I suspect the illegal_state_exception happens when elasticsearch assumes the field will be a string, but it's an object, and mapper_parsing_exception happens when it's an object but elasticsearch expects a field. Working from there, I've come up with this template so far:

{
  "cloudwatch": {
    "order": 0,
    "index_patterns": [
      "*cwl*"
    ],
    "settings": {
      "index": {
        "mapping": {
          "ignore_malformed": "true"
        }
      }
    },
    "mappings": {
      "CloudWatchLogs": {
        "dynamic_templates": [
          {
            "deep_objects": {
              "match_mapping_type": "object",
              "path_match": "*.*.*",
              "mapping": {
                "type": "object",
                "enabled": false,
                "ignore_malformed": "true"
              }
            }
          },
          {
            "malformed": {
              "match_mapping_type": "*",
              "mapping": {
                "ignore_malformed": "true"
              }
            }
          }
        ]
      }
    },
    "aliases": {}
  }
}

As you can see, I've applied a template to stop mapping objects after a certain depth in order to prevent mapping explosion. That seems to have worked pretty well. After a bunch of searching, I thought I'd be able to recover from these mapping errors by setting every field to ignore_malformed via index-wide settings, but that doesn't seem to have helped. Neither does creating that catch-all dynamic mapping to ignore_malformed. The indexes come out looking something like this:

{
  "stageName.cwl-2018.09.21": {
    "aliases": {},
    "mappings": {
      "CloudWatchLogs": {
        "dynamic_templates": [
          {
            "deep_objects": {
              "path_match": "*.*.*",
              "match_mapping_type": "object",
              "mapping": {
                "enabled": false,
                "ignore_malformed": "true",
                "type": "object"
              }
            }
          },
          {
            "malformed": {
              "match_mapping_type": "*",
              "mapping": {
                "ignore_malformed": "true"
              }
            }
          }
        ],
        "properties": {
          "@id": {
            "type": "text"
          },
          "@log_group": {
            "type": "text"
          },
          "@log_stream": {
            "type": "text"
          },
          "@message": {
            "type": "text"
          },
          "@owner": {
            "type": "text"
          },
          "@timestamp": {
            "type": "date",
            "ignore_malformed": true
          },
          "awsLambdaRequestId": {
            "type": "text"
          },
          "awsRequestId": {
            "type": "text"
          },
          "aws_request_id": {
            "type": "text"
          },

I can see that something is marking some fields with ignore_malformed, but my index-wide setting and catch-all don't seem to be having any effect at all.

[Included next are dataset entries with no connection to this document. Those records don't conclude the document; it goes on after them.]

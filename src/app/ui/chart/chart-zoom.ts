import type { ChartSpan } from './chart-data';

const shortestMs = 10 * 60_000;

/** The span that ECharts shows now, from its option; null when it has none. */
export function spanShownBy(option: unknown): ChartSpan | null {
  const zoom = (option as { dataZoom?: { startValue?: number; endValue?: number }[] } | undefined)
    ?.dataZoom?.[0];
  const { startValue, endValue } = zoom ?? {};
  return startValue === undefined || endValue === undefined ? null : { from: startValue, to: endValue };
}

/** Whether two spans are drawn alike: ECharts keeps its zoom in per cent, which rounds. */
export function isSameSpan(one: ChartSpan, other: ChartSpan): boolean {
  const tolerance = (one.to - one.from) / 10_000;
  return Math.abs(one.from - other.from) <= tolerance && Math.abs(one.to - other.to) <= tolerance;
}

/** A span around the same middle, longer or shorter, kept within the whole and to ten minutes or more. */
export function zoomedSpan(shown: ChartSpan, whole: ChartSpan, factor: number): ChartSpan {
  const length = Math.max(shortestMs, (shown.to - shown.from) * factor);
  const middle = (shown.from + shown.to) / 2;
  return kept(middle - length / 2, length, whole);
}

/** A span of the same length, moved by a share of it and kept within the whole. */
export function movedSpan(shown: ChartSpan, whole: ChartSpan, share: number): ChartSpan {
  const length = shown.to - shown.from;
  return kept(shown.from + length * share, length, whole);
}

function kept(from: number, length: number, whole: ChartSpan): ChartSpan {
  const fitting = Math.min(length, whole.to - whole.from);
  const start = Math.min(Math.max(from, whole.from), whole.to - fitting);
  return { from: start, to: start + fitting };
}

Now, to be honest, I couldn't care less what the value of 'dialog' is when it shows up in elasticsearch. It's not incredibly important and I doubt it's something we will ever need to search for or run metrics on. My problem is that there's a LOT of other contextual data that's being logged during these messages and that stuff is just getting dropped.

I am beginning to think that the only way to get around these errors is to try to coordinate an entire team of developers working in different code bases in different languages to log their fields in the same format, which sounds like a nightmare. Can anyone help me out here? Am I doing something wrong with these dynamic mappings? Is there any other way around this?

Ok, circling back to answer my own question.

What I was trying to do, keep all services' logs in the same daily index, was unnecessary. I reworked the lambda log forwarder to store each service's logs in a service-specific daily index. Now, instead of trying to force everyone to log common fields in the same format, I expect (somewhat erroneously) each service to log its own logs consistently, then create an index pattern over all of them in Kibana. Some services are still logging conflicting formats and preventing their own logs from reaching elasticsearch, but the problems have been greatly reduced.

This topic was automatically closed 28 days after the last reply. New replies are no longer allowed.